Exercise directions =>
Return the lines of the data below in which the string "char" occurs.

(Source records)
/* A value printed to a fixed number of digits: within half a unit of
 * the last printed digit. */
#define assert_printed(x, printed, half_unit)                              \
    do {                                                                   \
        double x_ = (x);                                                   \
        if (!(fabs(x_ - (printed)) <= (half_unit)))                        \
            fail_msg("%s = %.17g, printed value %.10g", #x, x_,            \
                     (double)(printed));                                   \
    } while (0)

/* Sets listed in decreasing probability; share = P(set) / REA. */
static void check_listing(const lw_analysis *a)
{
    double covered = 0;
    for (size_t i = 0; i < a->ncut_sets; i++) {
        if (i)
            assert_true(a->cut_sets[i].probability <=
                        a->cut_sets[i - 1].probability);
        covered += a->cut_sets[i].probability;
        assert_close(a->cut_sets[i].share,
                     a->cut_sets[i].probability / a->rare_event, EXACT);
    }
    assert_close(a->covered, covered, EXACT);
    if (!a->truncated)
        assert_close(a->covered, a->rare_event, EXACT);
}

typedef struct expect_row {
    const char *id;
    double birnbaum, criticality, fv, raw, rrw;   /* rrw < 0: null */
} expect_row;

static void expect_rows(const lw_analysis *a, const expect_row *rows,
                        size_t n, double tol)
{
    assert_int_equal(a->nimportance, n);
    for (size_t i = 0; i < a->nimportance; i++)
        if (i)
            assert_true(a->importance[i].birnbaum <=
                        a->importance[i - 1].birnbaum);
    for (size_t i = 0; i < n; i++) {
        const lw_importance *r = row(a, rows[i].id);
        assert_close(r->birnbaum, rows[i].birnbaum, tol);
        assert_close(r->criticality, rows[i].criticality, tol);
        assert_close(r->fussell_vesely, rows[i].fv, tol);
        assert_close(r->raw, rows[i].raw, tol);
        if (rows[i].rrw < 0) {
            if (r->rrw_defined)
                fail_msg("RRW of %s = %.17g (p_false %.17g); P(hazard | %s "
                         "false) = 0, so it must be null", rows[i].id,
                         r->rrw, r->p_false, rows[i].id);
        } else {
            assert_true(r->rrw_defined);
            assert_close(r->rrw, rows[i].rrw, tol);
            /* q RAW + (1 - q)/RRW = 1 (methods.md §2.2 [D]) */
            assert_close(r->p * r->raw + (1 - r->p) / r->rrw, 1.0, 1e-12);
        }
        /* P(x true) = P + (1 - q) I_B, P(x false) = P - q I_B
         * (methods.md §2.2 [D]) */
        assert_close(r->p_true, a->probability + (1 - r->p) * r->birnbaum,
                     1e-12);
    }
}

/* ---- §1.5: T = (A + B + C)(C + AB) ---------------------------------- */

static void test_boolean_reduction_example(void **state)
{
    (void)state;
    fixture f = analyze(HEAD "<hazard id=\"T\"><all>"
        "<any><error id=\"A\" p=\"0.1\"/><any><error id=\"B\" p=\"0.2\"/>"
        "<error id=\"C\" p=\"0.3\"/></any></any>"
        "<any><ref to=\"C\"/><all><ref to=\"A\"/><ref to=\"B\"/></all></any>"
        "</all></hazard>" TAIL, NULL);
    const lw_analysis *a = f.a;
    /* methods.md §1.5 [D]: MCS {C}, {A,B}; P 0.314; REA 0.32; MCUB 0.314 */
    assert_close(a->probability, 0.314, EXACT);
    assert_true(a->cut_set_count == 2);
    assert_int_equal(a->ncut_sets, 2);
    expect_set(a, 0, "C", 0.3, EXACT);
    expect_set(a, 1, "A B", 0.02, EXACT);
    assert_close(a->rare_event, 0.32, EXACT);
    assert_true(a->mcub_exact);
    assert_close(a->min_cut_upper_bound, 0.314, EXACT);
    assert_false(a->truncated);
    check_listing(a);
    /* methods.md §1.5 importance table [D] (exact rationals) */
    const expect_row rows[] = {
        {"A", 0.14, 7.0 / 157, 1.0 / 16, 220.0 / 157, 157.0 / 150},
        {"B", 0.07, 7.0 / 157, 1.0 / 16, 185.0 / 157, 157.0 / 150},
        {"C", 0.98, 147.0 / 157, 15.0 / 16, 500.0 / 157, 15.7},
    };
    expect_rows(a, rows, 3, EXACT);
    assert_string_equal(var_name(a, a->importance[0].var), "C");
    assert_string_equal(var_name(a, a->importance[1].var), "A");
    assert_string_equal(var_name(a, a->importance[2].var), "B");
    release(&f);
}
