static lw_uncertainty *run(const lw_model *m, size_t variant, size_t samples,
                           uint64_t seed, int threads)
{
    lw_mc_options mc;
    lw_mc_options_init(&mc);
    mc.samples = samples;
    mc.seed = seed;
    mc.threads = threads;
    lw_error err = LW_ERROR_INIT;
    lw_uncertainty *u = NULL;
    lw_status st = lw_uncertainty_run(m, variant, 0, NULL, &mc, &u, &err);
    if (st != LW_OK) {
        for (size_t i = 0; i < err.count; i++)
            fprintf(stderr, "%s\n", err.items[i].message);
        lw_error_clear(&err);
        fail_msg("uncertainty failed: %s", lw_status_name(st));
    }
    lw_error_clear(&err);
    return u;
}

/* The mean of a lognormal from its median and error factor
 * (methods.md §5.1, closed form: mean = median * exp(sigma^2 / 2),
 * sigma = ln(EF) / 1.6448536). */
static double ln_mean(double median, double ef)
{
    double s = log(ef) / 1.6448536;
    return median * exp(0.5 * s * s);
}

static lw_model *load_fmt(const char *fmt, ...)
{
    char buf[8192];
    va_list ap;
    va_start(ap, fmt);
    vsnprintf(buf, sizeof buf, fmt, ap);
    va_end(ap);
    return tu_load(buf);
}

/* ---- lognormal error-factor relations --------------------------------- */

static void test_lognormal_ef_relations(void **state)
{
    (void)state;
    double mu, s;
    /* methods.md §5.2 [D]: median 1e-3, EF 3 -> sigma 0.667909,
     * mean 1.249884e-3 */
    lw_lognormal_params(1.249884e-3, 3.0, &mu, &s);
    assert_close(s, 0.667909, 2e-6);
    assert_close(exp(mu), 1e-3, 2e-6);
    /* 5th pct = median / EF, 95th = median * EF (methods.md §5.1) */
    assert_close(exp(mu - LW_Z95 * s), 3.33333e-4, 2e-6);
    assert_close(exp(mu + LW_Z95 * s), 3e-3, 2e-6);
    /* methods.md §5.2 [D]: median 1e-3, EF 10 -> sigma 1.399872,
     * mean 2.663980e-3 */
    lw_lognormal_params(2.663980e-3, 10.0, &mu, &s);
    assert_close(s, 1.399872, 2e-6);
    assert_close(exp(mu), 1e-3, 2e-6);
    /* methods.md §5.2 [D]: median 1e-2, EF 5 -> sigma 0.978469,
     * mean 1.613976e-2 */
    lw_lognormal_params(1.613976e-2, 5.0, &mu, &s);
    assert_close(s, 0.978469, 2e-6);
    assert_close(exp(mu), 1e-2, 2e-6);
    /* methods.md §5.2 [D]: mean 1e-3 with EF 3 -> median 8.000740e-4 */
    lw_lognormal_params(1e-3, 3.0, &mu, &s);
    assert_close(exp(mu), 8.000740e-4, 2e-6);
    /* methods.md §5.2: the constant must be 1.6448536, not 1.645: with
     * 1.645 the EF-10 mean would be 2.6635156e-3, which this excludes */
    assert_false(tu_close(ln_mean(1e-3, 10.0), 2.6635156e-3, 1e-5));
    assert_close(ln_mean(1e-3, 10.0), 2.663980e-3, 2e-6);
}

/* ---- one lognormal event ------------------------------------------------ */

static void test_single_lognormal(void **state)
{
    (void)state;
    /* median 1e-3, EF 10 (methods.md §5.2 [D]) */
    lw_model *m = load_fmt(
        "<safety-model format=\"1\" id=\"t\">"
        "<hazard id=\"h\"><error id=\"e\" p=\"%.17g\">"
        "<lognormal error-factor=\"10\"/></error></hazard>"
        "</safety-model>", ln_mean(1e-3, 10.0));
    lw_uncertainty *u = run(m, LW_NONE, 200000, 7, 1);
    assert_int_equal(u->samples, 200000);
    assert_int_equal(u->nuncertain, 1);
    /* methods.md §5.2 [D]: 5th pct 1e-4, median 1e-3, 95th 1e-2,
     * mean 2.663980e-3; acceptance: within 3 % at 200,000 samples */
    assert_close(u->p05, 1e-4, 0.03);
    assert_close(u->p50, 1e-3, 0.03);
    assert_close(u->p95, 1e-2, 0.03);
    assert_close(u->mean, 2.663980e-3, 0.03);
    /* methods.md §5.2 [D]: s.d. 6.577814e-3 (heavy tail: 10 %) */
    assert_close(u->sd, 6.577814e-3, 0.10);
    /* the point value is the stated mean */
    assert_close(u->point, 2.663980e-3, 1e-6);
    lw_uncertainty_free(u);
    lw_model_free(m);
}

/* ---- product of two lognormals ------------------------------------------ */

static void test_product_of_lognormals(void **state)
{
    (void)state;
    /* methods.md §9 item 2 [D]: two events, median 1e-3 and EF 3 each */
    double mean = ln_mean(1e-3, 3.0);
    lw_model *m = load_fmt(
        "<safety-model format=\"1\" id=\"t\">"
        "<hazard id=\"h\"><all>"
        "<error id=\"x\" p=\"%.17g\"><lognormal error-factor=\"3\"/></error>"
        "<safeguard id=\"y\" p=\"%.17g\"><lognormal error-factor=\"3\"/>"
        "</safeguard></all></hazard></safety-model>", mean, mean);
    lw_uncertainty *u = run(m, LW_NONE, 200000, 11, 1);
    /* methods.md §9 item 2 [D]: product median 1e-6, 5th pct 2.114699e-7,
     * 95th 4.728804e-6, mean 1.5622112e-6; within 3 % */
    assert_close(u->p50, 1e-6, 0.03);
    assert_close(u->p05, 2.114699e-7, 0.03);
    assert_close(u->p95, 4.728804e-6, 0.03);
    assert_close(u->mean, 1.5622112e-6, 0.03);
    /* methods.md §9 item 2 [D]: product EF 4.728804 = p95 / p50 */
    assert_close(u->p95 / u->p50, 4.728804, 0.03);
    /* the point value is the product of the means (closed form) */
    assert_close(u->point, mean * mean, 1e-12);
    lw_uncertainty_free(u);
    lw_model_free(m);
}

/* ---- the mean identity E[P] = P(means) ------------------------------------ */

static void test_mean_identity(void **state)
{
    (void)state;
    /* methods.md §9 item 1 [D]: A.(B + C), medians 0.01, 0.02, 0.05,
     * EF 3 each; E[P(T)] = 1.0740220e-3 */
    lw_model *m = load_fmt(
        "<safety-model format=\"1\" id=\"t\">"
        "<hazard id=\"h\"><all>"
        "<error id=\"a\" p=\"%.17g\"><lognormal error-factor=\"3\"/></error>"
        "<any>"
        "<safeguard id=\"b\" p=\"%.17g\"><lognormal error-factor=\"3\"/>"
        "</safeguard>"
        "<safeguard id=\"c\" p=\"%.17g\"><lognormal error-factor=\"3\"/>"
        "</safeguard>"
        "</any></all></hazard></safety-model>",
        ln_mean(0.01, 3), ln_mean(0.02, 3), ln_mean(0.05, 3));
    /* methods.md §9 item 1 [D]: the means 0.01249884, 0.02499769,
     * 0.06249422 give the point value 1.0740220e-3 */
    lw_uncertainty *u = run(m, LW_NONE, 100000, 3, 1);
    assert_close(u->point, 1.0740220e-3, 1e-6);
    /* the sample mean agrees within 4 standard errors */
    double se = u->sd / sqrt((double)u->samples);
    if (fabs(u->mean - 1.0740220e-3) > 4 * se)
        fail_msg("mean %.10g differs from 1.0740220e-3 by more than 4 "
                 "standard errors (%.3g)", u->mean, se);
    /* ... and the point at the medians, 6.9e-4 (methods.md §9 item 1), is
     * well outside: the identity is about means, not medians */
    assert_true(fabs(u->mean - 6.9e-4) > 20 * se);
    lw_uncertainty_free(u);
    lw_model_free(m);
}

/* ---- an observed event ---------------------------------------------------- */

static void test_observed_event(void **state)
{
    (void)state;
    lw_model *m = tu_load(
        "<safety-model format=\"1\" id=\"t\">"
        "<hazard id=\"h\"><safeguard id=\"n\">"
        "<observed count=\"9\" of=\"400\" source=\"audit\"/></safeguard>"
        "</hazard></safety-model>");
    lw_uncertainty *u = run(m, LW_NONE, 200000, 5, 1);
    /* quantiles of Beta(9.5, 391.5) from GSL (reference library) */
    assert_close(u->p05, gsl_cdf_beta_Pinv(0.05, 9.5, 391.5), 0.03);
    assert_close(u->p50, gsl_cdf_beta_Pinv(0.50, 9.5, 391.5), 0.03);
    assert_close(u->p95, gsl_cdf_beta_Pinv(0.95, 9.5, 391.5), 0.03);
    /* methods.md §6.3 [D]: 9/400 Jeffreys mean 2.36908e-2, median
     * 2.29029e-2 */
    assert_close(u->mean, 2.36908e-2, 0.03);
    assert_close(u->p50, 2.29029e-2, 0.03);
    assert_close(u->point, 2.36908e-2, 1e-5);
    /* the estimates from counts are listed (methods.md §6.3 [D]: CP 95 %
     * [1.03389e-2, 4.22810e-2], Jeffreys 95 % [1.11900e-2, 4.06592e-2]) */
    assert_int_equal(u->nobserved, 1);
    assert_close(u->observed[0].est.mean, 2.36908e-2, 1e-5);
    assert_close(u->observed[0].est.ci_lo, 1.03389e-2, 1e-5);
    assert_close(u->observed[0].est.ci_hi, 4.22810e-2, 1e-5);
    assert_close(u->observed[0].jeffreys_lo, 1.11900e-2, 1e-5);
    assert_close(u->observed[0].jeffreys_hi, 4.06592e-2, 1e-5);
    assert_false(u->observed[0].est.zero);
    lw_uncertainty_free(u);
    lw_model_free(m);
}

/* ---- beta quantiles against the reference sheet ------------------------- */
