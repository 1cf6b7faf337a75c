/* test_target.c - what each safeguard must reach, checked by recomputing
 * the hazard with the safeguard at its required value. */
#include <setjmp.h>
#include <stdarg.h>
#include <stddef.h>
#include <cmocka.h>

#include <math.h>
#include <stdio.h>
#include <string.h>

#include "layerwise/target.h"
#include "testutil.h"

/* P(hazard) with one variable's probability replaced: an independent
 * recomputation on the compiled network by enumeration. */
static double with_var(const lw_network *net, uint32_t gate, uint32_t var,
                       double p)
{
    double q[24];
    for (size_t v = 0; v < net->nvars; v++)
        q[v] = net->vars[v].p;
    q[var] = p;
    return tu_brute_prob(net, gate, q);
}

/* A AND (B OR C) with q = 0.1, 0.2, 0.3: P = 0.044 (methods.md 1.7, closed
 * form).  For goal 0.03: B must reach (0.03 - P(B=0)) / I_B with
 * P(B=0) = 0.1 * 0.3 = 0.03 -> exactly 0 (closed form); C:
 * P(C=0) = 0.02, I_C = 0.08 -> (0.03 - 0.02) / 0.08 = 0.125 (closed form);
 * A: P(A=0) = 0, I_A = 0.44 -> 0.03 / 0.44 (closed form). */
static void test_closed_form(void **state)
{
    (void)state;
    lw_model *m = tu_load(
        "<safety-model format=\"1\" id=\"t\">"
        "<hazard id=\"h\" tolerable=\"0.03\"><all>"
        "<safeguard id=\"A\" p=\"0.1\"/>"
        "<any><safeguard id=\"B\" p=\"0.2\"/><safeguard id=\"C\" p=\"0.3\"/>"
        "</any></all></hazard></safety-model>");
    lw_error err = LW_ERROR_INIT;
    lw_target *t = NULL;
    assert_int_equal(lw_target_run(m, LW_NONE, 0, 0.03, NULL, &t, &err),
                     LW_OK);
    assert_close(t->probability, 0.044, 1e-12);
    assert_false(t->meets);
    int seen = 0;
    for (size_t i = 0; i < t->nrows; i++) {
        const lw_target_row *r = &t->rows[i];
        const char *id = t->net->vars[r->var].name;
        if (!strcmp(id, "A")) {
            assert_true(r->reachable && r->has_required);
            assert_close(r->required, 0.03 / 0.44, 1e-12);
            seen++;
        } else if (!strcmp(id, "B")) {
            /* a = goal exactly: even a perfect B only reaches the goal */
            assert_false(r->reachable);
            assert_false(r->has_required);
            seen++;
        } else if (!strcmp(id, "C")) {
            assert_true(r->has_required);
            assert_close(r->required, 0.125, 1e-12);
            seen++;
        }
    }
    assert_int_equal(seen, 3);
    /* the most effective single layer: lowest hazard if perfect (A -> 0) */
    assert_true(t->best != LW_NONE);
    assert_string_equal(t->net->vars[t->rows[t->best].var].name, "A");
    lw_target_free(t);
    lw_model_free(m);
    lw_error_clear(&err);
}

/* Random small models: every required value, put back into the model,
 * gives the goal (within 1e-9; linearity of P in each probability, closed
 * form), and unreachable layers give at least the goal even at 0. */
static void test_random_recompute(void **state)
{
    (void)state;
    uint64_t seed = 99;
    int checked = 0;
    for (int k = 0; k < 60; k++) {
        char xml[4096];
        int n = 3 + (int)(tu_rand(&seed) % 6);
        int len = snprintf(xml, sizeof xml,
                           "<safety-model format=\"1\" id=\"r\">");
        for (int i = 0; i < n; i++)
            len += snprintf(xml + len, sizeof xml - (size_t)len,
                            "<safeguard id=\"s%d\" p=\"%.3f\"/>", i,
                            0.05 + 0.6 * tu_uniform(&seed));
        len += snprintf(xml + len, sizeof xml - (size_t)len,
                        "<error id=\"e\" p=\"0.5\"/><hazard id=\"h\"><all>"
                        "<ref to=\"e\"/><any>");
        for (int g = 0; g < 3; g++) {
            len += snprintf(xml + len, sizeof xml - (size_t)len, "<all>");
            for (int i = 0; i < 2; i++)
                len += snprintf(xml + len, sizeof xml - (size_t)len,
                                "<ref to=\"s%d\"/>",
                                (int)(tu_rand(&seed) % (uint64_t)n));
            len += snprintf(xml + len, sizeof xml - (size_t)len, "</all>");
        }
        snprintf(xml + len, sizeof xml - (size_t)len,
                 "</any></all></hazard></safety-model>");
        lw_error err = LW_ERROR_INIT;
        lw_model *m = NULL;
        if (lw_model_load_memory(xml, strlen(xml), "r.xml", NULL, &m,
                                 &err) != LW_OK) {
            lw_error_clear(&err);
            continue;       /* an unused safeguard is only a warning */
        }
        double P = tu_prob(m, LW_NONE, 0);
        double goal = P * (0.2 + 0.7 * tu_uniform(&seed));
        lw_target *t = NULL;
        assert_int_equal(lw_target_run(m, LW_NONE, 0, goal, NULL, &t, &err),
                         LW_OK);
        const lw_network *net = t->net;
        uint32_t gate = net->hazard_gate[0];
        for (size_t i = 0; i < t->nrows; i++) {
            const lw_target_row *r = &t->rows[i];
            double floor0 = with_var(net, gate, r->var, 0.0);
            assert_close(r->floor, floor0, 1e-9);
            if (r->has_required && r->required < 1) {
                assert_close(with_var(net, gate, r->var, r->required), goal,
                             1e-7);
                checked++;
            }
            if (!r->reachable)
                assert_true(floor0 >= goal * (1 - 1e-12));
        }
        lw_target_free(t);
        lw_model_free(m);
        lw_error_clear(&err);
    }
    assert_true(checked > 20);
}

int main(void)
{
    const struct CMUnitTest tests[] = {
        cmocka_unit_test(test_closed_form),
        cmocka_unit_test(test_random_recompute),
    };
    return cmocka_run_group_tests(tests, NULL, NULL);
}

Result of this task =>
    const char *id;
static lw_model *load_fmt(const char *fmt, ...)
    char buf[8192];
        const char *id = t->net->vars[r->var].name;
        char xml[4096];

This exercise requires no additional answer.